[WORK TASK] Retype, word for word, only the lines from the one with "trial = [c for c in cols if c != j]" through the last line of the data below.

[Items listed in a dataset]
---+---
"""QR building blocks: equilibration, Householder and blocked (tall-skinny) QR, triangles, rank.

Nothing here forms an inverse, and the R factors are those of the data
(Householder, LAPACK ``dgeqrf``), so condition numbers are never squared. The
one Gram matrix (:func:`gram`, and the first pass of :func:`cholqr2_r`) is a
stepping stone that the callers correct or only report.

These are the only QR and BLAS-3 kernels of the package: the regression,
likelihood and streaming code and the dask engine call them instead of
LAPACK, so every QR in whiten uses one workspace rule and one sign rule.
"""

from __future__ import annotations

from collections.abc import Callable, Iterator

import numpy as np
from scipy.linalg import blas, lapack

from ..errors import InputError
from .triangular import condition_2, tri_rcond, tri_solve

__all__ = [
    "cholqr2_r",
    "pow2_column_scale",
    "householder_thin",
    "r_of",
    "qr_r",
    "upper_r",
    "pivoted_qr_r",
    "gram",
    "tsqr_r",
    "sequential_dependence",
    "greedy_rank_drop",
    "tri_solve",
    "tri_rcond",
    "condition_2",
    "CHOLQR2_MIN_RCOND",
]


def pow2_column_scale(norms: np.ndarray) -> np.ndarray:
    """Powers of two ``s_j`` with ``s_j * norms_j`` in [1/sqrt 2, sqrt 2] (1 for a zero column).

    Column equilibration by powers of two is exact in binary arithmetic: the
    scaled design holds the same digits as the user's, and the coefficients map
    back without rounding. Householder QR is column-scaling invariant in exact
    arithmetic, but the scaled problem makes the rank tolerance and the
    condition number meaningful (van der Sluis, 1969).
    """
    safe = np.where((norms > 0) & np.isfinite(norms), norms, 1.0)
    return np.exp2(-np.round(np.log2(safe)))


def _geqrf(a: np.ndarray, overwrite: bool):
    """LAPACK dgeqrf with the optimal workspace (the wrappers' default is the unblocked minimum)."""
    _, _, work, info = lapack.dgeqrf(a, lwork=-1)
    lwork = max(1, int(work[0])) if info == 0 else max(1, a.shape[1])
    qr, tau, _, info = lapack.dgeqrf(a, lwork=lwork, overwrite_a=1 if overwrite else 0)
    if info != 0:  # pragma: no cover - invalid arguments only
        raise RuntimeError(f"dgeqrf info={info}")
    return qr, tau


def householder_thin(a: np.ndarray) -> tuple[np.ndarray, np.ndarray]:
    """Thin Householder QR ``a = q @ r`` (q: (n, p) orthonormal columns, r: (p, p) upper).

    Requires n >= p. ``a`` is not modified. Cost 4 n p^2 flops (factor plus
    forming the thin Q).
    """
    n, p = a.shape
    fa = np.asfortranarray(a)
    qr, tau = _geqrf(fa, overwrite=fa is not a)
    r = np.triu(qr[:p, :p])
    _, work, info = lapack.dorgqr(qr[:, :p], tau, lwork=-1)
    lwork = max(1, int(work[0])) if info == 0 else max(1, p)
    q, _, info = lapack.dorgqr(qr[:, :p], tau, lwork=lwork, overwrite_a=1)
    if info != 0:  # pragma: no cover
        raise RuntimeError(f"dorgqr info={info}")
    return q, r


def r_of(block: np.ndarray) -> np.ndarray:
    """Upper-triangular (or trapezoidal) R of a block, shape (min(m, p), p).

    ``block`` should be Fortran-ordered; it is overwritten (a C-ordered block is
    copied by the LAPACK wrapper and left alone).
    """
    m, p = block.shape
    qr, _ = _geqrf(block, overwrite=True)
    k = min(m, p)
    return np.triu(qr[:k, :])


def qr_r(a: np.ndarray) -> np.ndarray:
    """R of a Householder QR of ``a`` (not modified), shape (min(m, p), p); signs as LAPACK leaves them."""
    return r_of(np.array(a, dtype=np.float64, order="F", copy=True))


def upper_r(a: np.ndarray) -> np.ndarray:
    """R (k x p, k = min(rows, p)) of a Householder QR of ``a`` (overwritten), unsigned.

    Uses the LAPACK wrapper's default (minimal) workspace, as the streaming
    scatter states always have: the workspace decides the blocking of
    ``dgeqrf`` and with it the last bits of R, and stored states must merge
    with new ones bit for bit.

    Raises
    ------
    InputError
        Only if LAPACK rejects its arguments.
    """
    m, p = a.shape
    k = min(m, p)
    if k == 0:
        return np.zeros((0, p))
    qr, _tau, _work, info = lapack.dgeqrf(a, overwrite_a=1)
    if info != 0:  # pragma: no cover - only on invalid arguments
        raise InputError(f"dgeqrf failed with info={info}")
    return np.triu(qr[:k])


def pivoted_qr_r(a: np.ndarray) -> tuple[np.ndarray, np.ndarray]:
    """Column-pivoted Householder QR ``a P = Q R`` (LAPACK ``dgeqp3``): ``(R, perm)``.

    ``R`` has shape (min(m, p), p) with ``|r_00| >= |r_11| >= ...``; ``perm`` holds
    0-based column indices (``a[:, perm] = Q R``). ``a`` is not modified; Q is not formed.
    """
    m, p = a.shape
    fa = np.array(a, dtype=np.float64, order="F", copy=True)
    _, _, _, work, info = lapack.dgeqp3(fa, lwork=-1)
    lwork = max(1, int(work[0])) if info == 0 else max(1, 3 * (p + 1))
    qr, jpvt, _tau, _, info = lapack.dgeqp3(fa, lwork=lwork, overwrite_a=1)
    if info != 0:  # pragma: no cover - invalid arguments only
        raise RuntimeError(f"dgeqp3 info={info}")
    k = min(m, p)
    return np.triu(qr[:k, :]), np.asarray(jpvt, dtype=np.intp) - 1


def gram(y: np.ndarray) -> np.ndarray:
    """``y.T @ y`` (symmetric, both triangles) by BLAS ``dsyrk``, for a C-ordered ``y`` of shape (m, p).

    ``y.T`` of a C-ordered array is Fortran-ordered, so ``dsyrk`` reads it without a copy.
    """
    s = blas.dsyrk(1.0, y.T, trans=0, lower=0)
    return np.triu(s) + np.triu(s, 1).T


def tsqr_r(blocks: Iterator[np.ndarray], p: int, *, fan_in: int = 32) -> np.ndarray:
    """R factor (p x p) of a tall matrix given as an iterator of row blocks.

    Each block is reduced to its own R (Householder, BLAS-3), and the small R's
    are stacked and reduced again whenever ``fan_in`` of them have accumulated:
    the tall-skinny QR of Demmel, Grigori, Hoemmen & Langou (2012). Memory is
    one block plus ``fan_in`` p x p triangles; the result equals (up to the
    signs of its rows) the R of a Householder QR of the whole matrix, with the
    same backward stability. Blocks may be overwritten.
    """
    pending: list[np.ndarray] = []
    for blk in blocks:
        if blk.shape[0] == 0:
            continue
        pending.append(r_of(np.asfortranarray(blk)))
        if len(pending) >= fan_in:
            pending = [r_of(np.asfortranarray(np.vstack(pending)))]
    if not pending:
        return np.zeros((p, p))
    r = r_of(np.asfortranarray(np.vstack(pending))) if len(pending) > 1 else pending[0]
    if r.shape[0] < p:  # fewer rows than columns overall
        r = np.vstack([r, np.zeros((p - r.shape[0], p))])
    # fix signs so that diag(R) >= 0 (makes R unique and comparable across paths)
    sgn = np.where(np.diag(r) < 0, -1.0, 1.0)
    return r * sgn[:, None]


#: CholeskyQR2 is used only when the equilibrated Gram matrix has rcond above this
#: (condition of the data below ~1e6, well inside the ~eps^-1/2 limit of Yamamoto et al., 2015)
CHOLQR2_MIN_RCOND = 1e-12


def cholqr2_r(blocks: Callable[[], Iterator[np.ndarray]], p: int) -> np.ndarray | None:
    """R factor (p x p) of a tall matrix by CholeskyQR2, or None when it does not apply.

    ``blocks()`` must return a fresh iterator over C-ordered row blocks each time
    it is called (two passes are made). Pass 1 accumulates the Gram matrix of the
    blocks (BLAS ``dsyrk``); its Cholesky factor ``R1`` (after exact power-of-two
    equilibration) gives ``Q1 = A R1^{-1}``. Pass 2 forms ``Q1`` block by block
    (``dtrsm``) and accumulates ``Q1^T Q1``, whose Cholesky factor ``R2`` corrects
    ``R1``: ``R = R2 R1``. Fukaya, Nakatsukasa, Yanagisawa & Yamamoto (2014) and
    Yamamoto, Nakatsukasa, Yanagisawa & Fukaya (2015) show that for
    ``cond(A) < ~eps^-1/2`` the result is as accurate as a Householder R
    (orthogonality and residual ``||A - QR||`` of order eps): the Gram matrix is
    only a stepping stone, corrected from the data in the second pass, so the
    squared condition number does not reach the answer. Here it is used only when
    the equilibrated Gram matrix has ``rcond > 1e-12`` (``dpocon``), i.e. cond(A)
    below about 1e6; otherwise None is returned and the caller uses Householder
    TSQR. Cost: 3 n p^2 flops, all BLAS-3; memory one block.
    """
    g = np.zeros((p, p), order="F")
    for blk in blocks():
        g = blas.dsyrk(1.0, blk.T, beta=1.0, c=g, trans=0, lower=0, overwrite_c=1)
    g = np.triu(g) + np.triu(g, 1).T
    d = np.diag(g).copy()
    if not np.all(np.isfinite(g)) or np.any(d <= 0):
        return None
    sc = np.exp2(-np.round(0.5 * np.log2(d)))
    gs = g * sc[:, None] * sc[None, :]
    r1, info = lapack.dpotrf(gs, lower=0, clean=1)
    if info != 0:
        return None
    rc, info = lapack.dpocon(r1, float(np.abs(gs).sum(axis=0).max()), uplo="U")
    if info != 0 or not rc > CHOLQR2_MIN_RCOND:
        return None
    # Q1 = (A S) R1^-1 = A (R1 S^-1)^-1: fold the exact scaling into the triangle, not the blocks
    r1f = np.asfortranarray(r1 / sc[None, :])
    h = np.zeros((p, p), order="F")
    for blk in blocks():
        z = blas.dtrsm(1.0, r1f, blk.T, side=0, lower=0, trans_a=1, overwrite_b=0)   # Q1^T = R1'^-T B^T
        h = blas.dsyrk(1.0, z, beta=1.0, c=h, trans=0, lower=0, overwrite_c=1)
    h = np.triu(h) + np.triu(h, 1).T
    r2, info = lapack.dpotrf(h, lower=0, clean=1)
    if info != 0:
        return None
    r = np.triu(r2 @ r1)
    return r / sc[None, :]               # undo the exact column scaling


def sequential_dependence(r: np.ndarray, tol: float) -> list[int]:
    """Columns that are (numerically) linear combinations of the columns before them.

    For a QR of the design in the user's column order, ``|r_jj|`` is the
    distance of column j from the span of columns 0..j-1. Column j is set
    aside when that distance is at most ``tol * max_i |r_ii|``. Because an
    aside column lies in the span of the earlier ones, dropping it leaves the
    later distances unchanged, so one QR decides every column. The rule is
    deterministic: of two dependent columns, the *later* one in the user's
    order is set aside.
    """
    d = np.abs(np.diag(r))
    top = float(d.max()) if d.size else 0.0
    if top == 0:
        return list(range(r.shape[1]))
    return [j for j in range(r.shape[1]) if d[j] <= tol * top]


def greedy_rank_drop(r: np.ndarray, kept: list[int], tol: float) -> list[int]:
    """Extra columns to set aside when the kept columns are still numerically rank deficient.

    ``r`` is the R of the kept columns (in order). The numerical rank is the
    number of singular values of ``r`` (columns scaled to unit length) above
    ``tol * s_max`` -- the SVD, because column pivoting can miss a spread-out
    near-dependence (Kahan's 1966 example). Columns are then tried latest-first
    in the user's order: a column is set aside if the others keep that rank.
    Deterministic (order, not pivoting, decides); cost O(p^4) on the small
    triangle only, and it runs only when the cheap sequential test left the
    triangle looking singular.
    """

    def rank_of(m: np.ndarray) -> int:
        if m.shape[1] == 0:
            return 0
        norms = np.sqrt(np.einsum("ij,ij->j", m, m))
        sv = np.linalg.svd(m / np.where(norms > 0, norms, 1.0)[None, :], compute_uv=False)
        return int(np.sum(sv > tol * sv[0])) if sv[0] > 0 else 0

    target = rank_of(r)
    cols = list(range(len(kept)))
    dropped: list[int] = []
    for j in reversed(range(len(kept))):
        if len(cols) <= target:
            break
        trial = [c for c in cols if c != j]
        if rank_of(r[:, trial]) == target:
            cols = trial
            dropped.append(kept[j])
    return sorted(dropped)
---+---
[EXPECTED OUTPUT]
        trial = [c for c in cols if c != j]
        if rank_of(r[:, trial]) == target:
            cols = trial
            dropped.append(kept[j])
    return sorted(dropped)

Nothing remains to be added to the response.